Jeffrey Kluger received the Perlman Award at the Joint Assembly Honors Ceremony, which was held on 25 May 2005, in New Orleans, Louisiana. Kluger was honored for his Time magazine article “The Secrets of the Rings.”
Citation
It was my pleasure to nominate Jeffrey Kluger for AGU’s David Perlman Award for Excellence in Science Journalism, for his Time magazine article “The Secrets of the Rings.” Jeffrey has been a senior writer for Time since 1997, and of the 21 cover stories and hundreds of other articles he’s written in that time, perhaps none have been richer in science, news, and drama than those that have covered NASA’s exploration of the solar system. His cover story on the Mars Pathfinder landing, his exclusive on a near-fatal Mir collision, his deadline coverage of the tragic loss of the Columbia shuttle, were all examples of breaking news made wonderfully readable. It was his coverage of the long-awaited arrival of the Cassini spacecraft at Saturn, however, that perhaps best captured both the hard science and potential lyricism of space travel. For readers accustomed to thinking of Saturn as an undifferentiated ball of gas and its rings as simple bands of spinning rubble, the story captured what a fanciful place the Saturnian system truly is and what a lode of scientific knowledge it offers. In an era in which NASA is too often seen as the gang that couldn’t shoot straight, Jeffrey reminded Time readers of the extraordinary things the agency has accomplished over the decades, and what marvelous journeys still lie ahead of it. For doing that on deadline, under pressure, and in the pages of Time magazine, we happily submit his name for the David Perlman Award.

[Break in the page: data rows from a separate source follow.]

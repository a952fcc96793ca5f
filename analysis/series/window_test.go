package series

import (
	"testing"
)

func TestParseWindow(t *testing.T) {
	good := []struct{ in, want string }{
		{"1990Q1..2000Q4", "1990Q1..2000Q4"},
		{"1990-Q1..2000q4", "1990Q1..2000Q4"},
		{"1990..", "1990.."},
		{"..2000-06", "..2000-06"},
		{" 1990M1 .. 1990M12 ", "1990-01..1990-12"},
		{"2020-01-01..2020-06-30", "2020-01-01..2020-06-30"},
		{"5..40", "5..40"},
		{"5..1000", "5..1000"},
		{"1990Q1..1990Q1", "1990Q1..1990Q1"},
	}
	for _, tc := range good {
		w, err := ParseWindow(tc.in)
		if err != nil || w.String() != tc.want {
			t.Errorf("ParseWindow(%q) = %v, %v; want %s", tc.in, w, err, tc.want)
		}
	}
	bad := []struct{ in, want string }{
		{"1990", `sample "1990": expected FROM..TO, FROM.. or ..TO`},
		{"..", `sample "..": give at least one end (FROM..TO, FROM.. or ..TO)`},
		{"1990Q1..2000", `sample "1990Q1..2000": the start is quarterly but the end is annual`},
		{"2000..1990", `sample "2000..1990": the start is later than the end`},
		{"1990Q5..", `sample "1990Q5..": start: invalid date "1990Q5": expected a form such as 1990, 1990Q1, 1990-Q1, 1990-01, 1990M01 or 1990-01-31`},
		{"..x", `sample "..x": end: invalid date "x": expected a form such as 1990, 1990Q1, 1990-Q1, 1990-01, 1990M01 or 1990-01-31`},
		{"0..5", `sample "0..5": start: invalid date "0": expected a form such as 1990, 1990Q1, 1990-Q1, 1990-01, 1990M01 or 1990-01-31`},
	}
	for _, tc := range bad {
		_, err := ParseWindow(tc.in)
		if err == nil || err.Error() != tc.want {
			t.Errorf("ParseWindow(%q):\n got %v\nwant %s", tc.in, err, tc.want)
		}
	}
}

func TestWindowApply(t *testing.T) {
	q, _ := ReadCSV(stringsReader("date,x\n1990Q1,1\n1990Q2,2\n1990Q3,3\n1990Q4,4\n1991Q1,5\n"), "q.csv")
	d, _ := ReadCSV(stringsReader("date,x\n2020-01-03,1\n2020-01-06,2\n2020-01-07,3\n2020-01-10,4\n"), "d.csv")
	u, _ := ReadCSV(stringsReader("x\n1\n2\n3\n4\n"), "u.csv")
	qs, _ := q.Series("x")
	ds, _ := d.Series("x")
	us, _ := u.Series("x")
	good := []struct {
		s           *Series
		win         string
		first, last string
		n           int
	}{
		{qs, "1990Q2..1990Q4", "1990Q2", "1990Q4", 3},
		{qs, "1990Q2..", "1990Q2", "1991Q1", 4},
		{qs, "..1990Q1", "1990Q1", "1990Q1", 1},
		{qs, "1990Q1..1991Q1", "1990Q1", "1991Q1", 5},
		{ds, "2020-01-04..2020-01-09", "2020-01-06", "2020-01-07", 2},
		{ds, "2020-01-03..2020-01-10", "2020-01-03", "2020-01-10", 4},
		{us, "2..3", "2", "3", 2},
		{us, "3..", "3", "4", 2},
	}
	for _, tc := range good {
		w, err := ParseWindow(tc.win)
		if err != nil {
			t.Fatal(err)
		}
		r, err := w.Apply(tc.s)
		if err != nil {
			t.Errorf("%s: %v", tc.win, err)
			continue
		}
		if r.Len() != tc.n || r.Dates[0].String() != tc.first || r.Dates[r.Len()-1].String() != tc.last || r.Values[0] != tc.s.Values[indexOf(tc.s, r.Dates[0])] {
			t.Errorf("%s: got %d obs %v…%v", tc.win, r.Len(), r.Dates[0], r.Dates[r.Len()-1])
		}
	}
	bad := []struct {
		s         *Series
		win, want string
	}{
		{qs, "1989Q4..", "x: sample 1989Q4.. starts before the data, which run from 1990Q1 to 1991Q1"},
		{qs, "1991Q2..", "x: sample 1991Q2.. starts after the data, which run from 1990Q1 to 1991Q1"},
		{qs, "..1991Q2", "x: sample ..1991Q2 ends after the data, which run from 1990Q1 to 1991Q1"},
		{qs, "..1989Q4", "x: sample ..1989Q4 ends before the data, which run from 1990Q1 to 1991Q1"},
		{qs, "1990..1991", "x: sample 1990..1991 is annual but the data are quarterly (1990Q1 to 1991Q1)"},
		{qs, "..1990-06", "x: sample ..1990-06 is monthly but the data are quarterly (1990Q1 to 1991Q1)"},
		{ds, "2020-01-08..2020-01-09", "x: sample 2020-01-08..2020-01-09 holds no observation of the data (2020-01-03 to 2020-01-10)"},
		{us, "2..9", "x: sample 2..9 ends after the data, which run from 1 to 4"},
		{us, "1990Q1..", "x: sample 1990Q1.. is quarterly but the data are undated (1 to 4)"},
	}
	for _, tc := range bad {
		w, err := ParseWindow(tc.win)
		if err != nil {
			t.Fatal(err)
		}
		_, err = w.Apply(tc.s)
		if err == nil || err.Error() != tc.want {
			t.Errorf("%s:\n got %v\nwant %s", tc.win, err, tc.want)
		}
	}
	w, _ := ParseWindow("1990Q2..1990Q3")
	out, err := w.ApplyAll([]*Series{qs, qs})
	if err != nil || len(out) != 2 || out[1].Values[0] != 2 || out[1].Values[1] != 3 {
		t.Errorf("ApplyAll: %v %v", out, err)
	}
}

func indexOf(s *Series, d Date) int {
	for i, e := range s.Dates {
		if e.Equal(d) {
			return i
		}
	}
	return -1
}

—NADINE FERBER, Time Magazine, N.Y.
Response
It’s sometimes easy to take the idea of an interplanetary spacecraft for granted. NASA’s been throwing unmanned ships at the moons and planets for more than two generations, after all, and as a species, we’ve grown accustomed to ranging through the solar system, at least by technological proxy. It’s harder to be so blithe, however, when you’ve actually seen the ship while it’s still on Earth.
I had the opportunity to glimpse the Cassini probe in its clean room at the Jet Propulsion Laboratory less than a year before it embarked for Saturn. Like all such ships, it was being ministered to by men and women in protective robes, booties, and hair covers, giving the place less the look of a hangar than of an operating room. The mass of material that made up the ship was decidedly earthly stuff-plastics and metals and silicon that could as easily be used in a PC or a microwave oven. But this decidedly major appliance was off on a decidedly different mission. The distance that it was destined to cover-some 800 million miles from Pasadena to the Saturnian system-already made it seem almost mystically otherworldly, even though it was still an object entirely of this world.
That Cassini indeed traveled that distance, that it arrived at Saturn in perfect condition, and that it is still in just the early stages of its years-long mission, make the chance to have seen it before it left seem that much more remarkable. As with all science journalism, however, the remarkable and the terrestrial sometimes must do battle, and Time magazine’s coverage of the Cassini triumph was no exception.
The spacecraft arrived at Saturn at a time of ferment on Earth, or at least on the small, American portion of the Earth. In the same week Cassini went into orbit, the U.S. presidential campaign was truly beginning to churn, stirred in part by the release of the movie Fahrenheit 9/11. Time had gained access to filmmaker Michael Moore, and I spent a fair amount of time fretting about whether the planet or the director would be on the cover of that week’s issue. I found the temptation to make easy jokes about which of the two great gaseous bodies was more newsworthy almost irresistible. (I felt an equal urge in the summer of 1996 when the Mars rock and vice presidential candidate Jack Kemp both seemed like cover candidates, a contest, I liked to say, that turned on the neck-and-neck question of charisma.)
Ultimately, I think, Time made the right choice in both cases. The scientific stories may have been epochal ones and the political stories merely quadrennial ones, but the fact was, it was the politics that was driving the national conversation. Time’s domestic readers thus got Moore and Kemp on the covers and Mars and Saturn as inside stories, while the European readers got it the other way.
Over the long arc of time, however, well after the ephemera of politics fade from memory, I think it’s those small and startling steps humanity takes in the slow progress of science that truly linger. The AGU award is an honor that, I think, acknowledges that fact, recognizing far less what one writer has to say about the exploration of space than about that exploration itself.
—JEFFREY KLUGER, Time Magazine, N.Y.